Russian lawyer fights for right to know

Ivan Pavlov, a lawyer who advocates for freedom of information in Russia, was hospitalized for a week after being attacked by four men. The police later told him the attack appeared to be related to his work, a mission to prise open stores of government information that he says are essential to Russian public life and by law should be in the public domain, but are kept from view by corruption and a lack of interest.

The battle for personal and political freedom in Russia is often framed as a contest between the Kremlin and its critics over the rights of assembly, speech and suffrage and for an independent judiciary, legislature and press.
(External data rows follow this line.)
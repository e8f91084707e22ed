"""An invented utility to try things on: a store in a file of its own, and files to take in."""

from __future__ import annotations

import gzip
import shutil
from collections.abc import Callable, Iterator
from pathlib import Path
from typing import Any

import numpy as np
import pandas as pd
import pytest
from sqlalchemy import func, select

from tracker.api import TransformerStore, intake_options
from tracker.intake.care import check_store
from tracker.intake.files import take_file
from tracker.intake.report import FileReport
from tracker.store.blocks import month_start_s, step_of, unpack
from tracker.store.engine import Database
from tracker.store.models import Base, ReadingBlock, Series, Site, SiteLoadBlock
from tracker.store.schema import open_database


class Utility:
    """A store, and short ways to bring text in and look at what became of it."""

    def __init__(self, folder: Path, store: Path) -> None:
        self.folder = folder
        shutil.copy(store, folder / "tracker.db")
        self.url = f"sqlite:///{folder / 'tracker.db'}"
        self.database: Database = open_database(self.url)

    def file(self, content: str | bytes, name: str = "file.csv") -> Path:
        """Write a file into the utility's folder."""
        path = self.folder / name
        data = content.encode() if isinstance(content, str) else content
        path.write_bytes(gzip.compress(data) if name.endswith(".gz") else data)
        return path

    def take(
        self, kind: Any, given: str | Path | pd.DataFrame, *, dry_run: bool = False, **options: Any
    ) -> FileReport:
        """Take in a text, a file or a frame."""
        if isinstance(given, str):
            given = self.file(given)
        return take_file(self.database, kind, given, intake_options(**options), dry_run=dry_run)

    def problems(self) -> list[str]:
        """Return what `store check` finds wrong."""
        return check_store(self.database)

    def count(self, table: type[Base]) -> int:
        """Return how many rows a table has."""
        with self.database.reading() as connection:
            return connection.scalar(select(func.count()).select_from(table)) or 0

    def site_load(self, site_id: str) -> pd.Series:
        """Return the load held of a site [kVA], by start of its interval."""
        return self._site(site_id, flags=False)

    def site_flags(self, site_id: str) -> pd.Series:
        """Return the quality flags of a site's load, by start of its interval."""
        return self._site(site_id, flags=True)

    def _site(self, site_id: str, *, flags: bool) -> pd.Series:
        query = (
            select(SiteLoadBlock.month, SiteLoadBlock.payload)
            .join(Site, Site.id == SiteLoadBlock.site_key)
            .where(Site.site_id == site_id)
            .order_by(SiteLoadBlock.month)
        )
        return self._unpacked(query, flags)

    def readings(self, name: str, quantity: str = "kw", kind: str = "meter") -> pd.Series:
        """Return the readings held of a series, by start of their interval."""
        query = (
            select(ReadingBlock.month, ReadingBlock.payload)
            .join(Series, Series.id == ReadingBlock.series_key)
            .where(Series.name == name, Series.kind == kind, ReadingBlock.quantity == quantity)
            .order_by(ReadingBlock.month)
        )
        return self._unpacked(query, flags=False)

    def _unpacked(self, query: Any, flags: bool) -> pd.Series:
        pieces = []
        with self.database.reading() as connection:
            for month, payload in connection.execute(query):
                values, quality = unpack([payload])
                start_s = month_start_s(month) + 60 * step_of(payload) * np.arange(values.shape[1])
                shown = quality[0] if flags else values[0].astype(float)
                index = pd.to_datetime(start_s, unit="s", utc=True)
                pieces.append(pd.Series(shown, index=index)[quality[0] != 0])
        return pd.concat(pieces) if pieces else pd.Series(dtype=float)


def fates(report: FileReport) -> tuple[int, int, int, int]:
    """Return how many rows were taken, unchanged, corrected and refused."""
    counts = report.fates
    return counts.taken, counts.unchanged, counts.corrected, report.refused


def hourly_csv(
    name: str,
    values: Any,
    start: str = "2025-07-01",
    *,
    heading: str = "unit_id,read_at,kva",
    freq: str = "h",
) -> str:
    """Return a long file of one series, stamps in UTC; NaN has no row."""
    stamps = pd.date_range(start, periods=len(values), freq=freq, tz="UTC")
    rows = [
        f"{name},{stamp:%Y-%m-%dT%H:%M}Z,{value:.6g}"
        for stamp, value in zip(stamps, values, strict=True)
        if not np.isnan(value)
    ]
    return "\n".join([heading, *rows]) + "\n"


@pytest.fixture(scope="session")
def empty_store(tmp_path_factory: pytest.TempPathFactory) -> Path:
    """An empty store, made once and copied for each test."""
    path = tmp_path_factory.mktemp("empty") / "tracker.db"
    open_database(f"sqlite:///{path}").close()
    return path


@pytest.fixture
def new_utility(empty_store: Path) -> Iterator[Callable[..., Utility]]:
    """Make utilities, each in a folder of its own; their stores are copies, empty unless said."""
    made: list[Utility] = []

    def make(folder: Path, store: Path = empty_store) -> Utility:
        made.append(Utility(folder, store))
        return made[-1]

    yield make
    for each in made:
        each.database.close()


@pytest.fixture(scope="session")
def made_store(tmp_path_factory: pytest.TempPathFactory, empty_store: Path) -> Callable[..., Path]:
    """Make stores that hold some texts, (kind, text) by (kind, text); each once, to be copied."""
    made: dict[tuple[tuple[str, str], ...], Path] = {}

    def make(*texts: tuple[str, str]) -> Path:
        if texts not in made:
            utility = Utility(tmp_path_factory.mktemp("made"), empty_store)
            for kind, text in texts:
                utility.take(kind, text)
            utility.database.close()
            made[texts] = utility.folder / "tracker.db"
        return made[texts]

    return make


@pytest.fixture
def utility(tmp_path: Path, new_utility: Callable[..., Utility]) -> Utility:
    """A utility whose store is empty."""
    return new_utility(tmp_path)


@pytest.fixture(name="fates")
def fates_of() -> Any:
    """The four fates of a report as a tuple."""
    return fates


@pytest.fixture(name="hourly_csv")
def hourly_csv_of() -> Any:
    """A long file of one series."""
    return hourly_csv


@pytest.fixture(scope="session")
def summer(tmp_path_factory: pytest.TempPathFactory) -> Iterator[TransformerStore]:
    """Five units in a hot fortnight, assessed; to look at, not to change.

    HOT is far over its rating, WARM somewhat, COOL never; TWIN-A and TWIN-B are alike.
    """
    folder = tmp_path_factory.mktemp("summer")
    store = TransformerStore(f"sqlite:///{folder / 'tracker.db'}")
    store.import_units(
        pd.DataFrame(
            {
                "unit_id": ["HOT", "WARM", "COOL", "TWIN-B", "TWIN-A", "DARK"],
                "rated_kva": [25.0, 25.0, 25.0, 50.0, 50.0, 25.0],
                "feeder": ["F-1", "F-1", "F-2", "F-2", "F-2", None],
                "phases": [1, 1, 1, 3, 3, 1],
            }
        )
    )
    hour = np.arange(14 * 24)
    evening = 0.5 + np.exp(-(((hour % 24 - 23) / 3.0) ** 2))
    stamps = pd.date_range("2025-07-01", periods=len(hour), freq="h", tz="UTC")
    peaks = {"HOT": 55.0, "WARM": 26.0, "COOL": 8.0, "TWIN-A": 30.0, "TWIN-B": 30.0}
    loads = pd.concat(
        [
            pd.DataFrame({"unit_id": unit, "read_at": stamps, "kva": peak / 1.5 * evening})
            for unit, peak in peaks.items()
        ]
    )
    store.import_loads(loads)
    air = 28.0 + 8.0 * np.cos(2 * np.pi * (hour % 24 - 21) / 24)
    store.import_weather(pd.DataFrame({"read_at": stamps, "air_temp_c": air}))
    store.assess()
    yield store
    store.close()
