"""The wheel, as somebody without the sources gets it: built, installed, run elsewhere."""

from __future__ import annotations

import json
import os
import subprocess
import sys
import venv
from pathlib import Path

import pytest

from tracker.store.schema import HEAD

PROJECT = Path(__file__).parents[1]


def done(*command: object, cwd: Path) -> str:
    """Run a command to its end, without the surroundings of the tests; return its answer."""
    surroundings = {
        name: value
        for name, value in os.environ.items()
        if name not in ("PYTHONPATH", "VIRTUAL_ENV", "TRACKER_STORE")
    }
    ended = subprocess.run(
        [str(each) for each in command],
        cwd=cwd,
        capture_output=True,
        text=True,
        env=surroundings,
        check=False,
    )
    assert ended.returncode == 0, ended.stderr
    return ended.stdout


@pytest.fixture(scope="session")
def installed(tmp_path_factory: pytest.TempPathFactory) -> Path:
    """The `tracker` of a wheel, installed without the test extra into an empty environment."""
    folder = tmp_path_factory.mktemp("wheel")
    build = ("-m", "build", "--wheel", "--no-isolation", "--outdir", folder, PROJECT)
    done(sys.executable, *build, cwd=folder)
    (wheel,) = folder.glob("*.whl")
    venv.create(folder / "env", with_pip=True)
    scripts = folder / "env" / ("Scripts" if os.name == "nt" else "bin")
    done(scripts / "python", "-m", "pip", "install", "--quiet", wheel, cwd=folder)
    return scripts / "tracker"


def test_the_installed_demo_runs_elsewhere(installed: Path, tmp_path: Path) -> None:
    """Migrations, page assets and all dependencies must have come with it."""
    line = ("demo", "--no-dashboard", "--units", "6", "--days", "5", "--json")
    made = json.loads(done(installed, *line, cwd=tmp_path))
    assert made["assessment"]["units"] >= 6
    assert (tmp_path / "larkmoor" / "priority_list.csv").is_file()
    facts = json.loads(
        done(installed, "store", "info", "--json", "--store", made["store"], cwd=tmp_path)
    )
    assert (facts["revision"], facts["assessments"]) == (HEAD, 1)
    assert facts["units"] == made["assessment"]["units"]


def test_the_installed_dashboard_has_its_pages_and_assets(installed: Path, tmp_path: Path) -> None:
    """A page that asks for a style sheet that was left at home is bare."""
    code = (
        "from pathlib import Path; import tracker; from tracker.dashboard.serve import serve; "
        "root = Path(tracker.__file__).parent; "
        "print(len(list((root / 'dashboard' / 'assets').iterdir())), "
        "len(list((root / '_migrations' / 'versions').glob('*.py'))))"
    )
    found = done(installed.with_name("python"), "-c", code, cwd=tmp_path).split()
    assets = [each for each in (PROJECT / "tracker/dashboard/assets").iterdir() if each.is_file()]
    assert int(found[0]) >= len(assets) > 0
    assert int(found[1]) == len(list((PROJECT / "migrations" / "versions").glob("*.py")))
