"""`python tests`: every check of the project, one after the other, whatever fails.

Words after the command go to pytest: `python tests -k intake`.
"""

from __future__ import annotations

import subprocess
import sys
import time
from pathlib import Path

ROOT = Path(__file__).resolve().parents[1]
HERE = Path(sys.executable).parent

CHECKS = {
    "format": [str(HERE / "ruff"), "format", "--check", "."],
    "lint": [str(HERE / "ruff"), "check", "."],
    "types": [sys.executable, "-m", "mypy"],
    "import rules": [str(HERE / "lint-imports"), "--no-logo"],
    "tests and examples": [
        sys.executable,
        "-m",
        "pytest",
        "-n",
        "auto",
        "-q",
        "-m",
        "not slow",
        "--benchmark-disable",
    ],
}


def main() -> int:
    """Run every check; return 1 when one fails."""
    failed = []
    for name, command in CHECKS.items():
        extra = sys.argv[1:] if "pytest" in command else []
        sys.stdout.write(f"\n== {name}\n")
        sys.stdout.flush()
        began = time.monotonic()
        if subprocess.run([*command, *extra], cwd=ROOT, check=False).returncode:
            failed.append(name)
        sys.stdout.write(f"== {name}: {time.monotonic() - began:.0f} s\n")
    sys.stdout.write(f"\n{'failed: ' + ', '.join(failed) if failed else 'all checks passed'}\n")
    return 1 if failed else 0


if __name__ == "__main__":
    sys.exit(main())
As the director of the Institute for Information Freedom Development, a private organization he founded in 2004, Pavlov strives to teach government agencies that stores of information in their possession - manufacturing and sanitary standards, court records, licenses, fire codes, public tenders, administrative decrees, agency phone directories and registries of public and private organizations - should be available for all to view.

His work is necessary, he and his supporters say, because much of the basic information of governance in Russia has never been made public, even after the Constitution codified the public's right to nonsecret information in 1993.

The police said his near-fatal beating was an example of racket protection. At the time he was attacked, Pavlov was trying to a force a state agency to publish, free of charge, the standards used to regulate services and products manufactured in Russian factories.

Pavlov said that for his campaign to succeed he will need official support. He casts his work not as a confrontation, but as a law-based effort to press Russia to live up to its constitutional promise: "Our job is not to win all of the cases, or to force the government to publish all of the information, but to show people that they have rights."

Russian lawyer's fight for 'the right to know' (International Herald Tribune, 26 October 2007)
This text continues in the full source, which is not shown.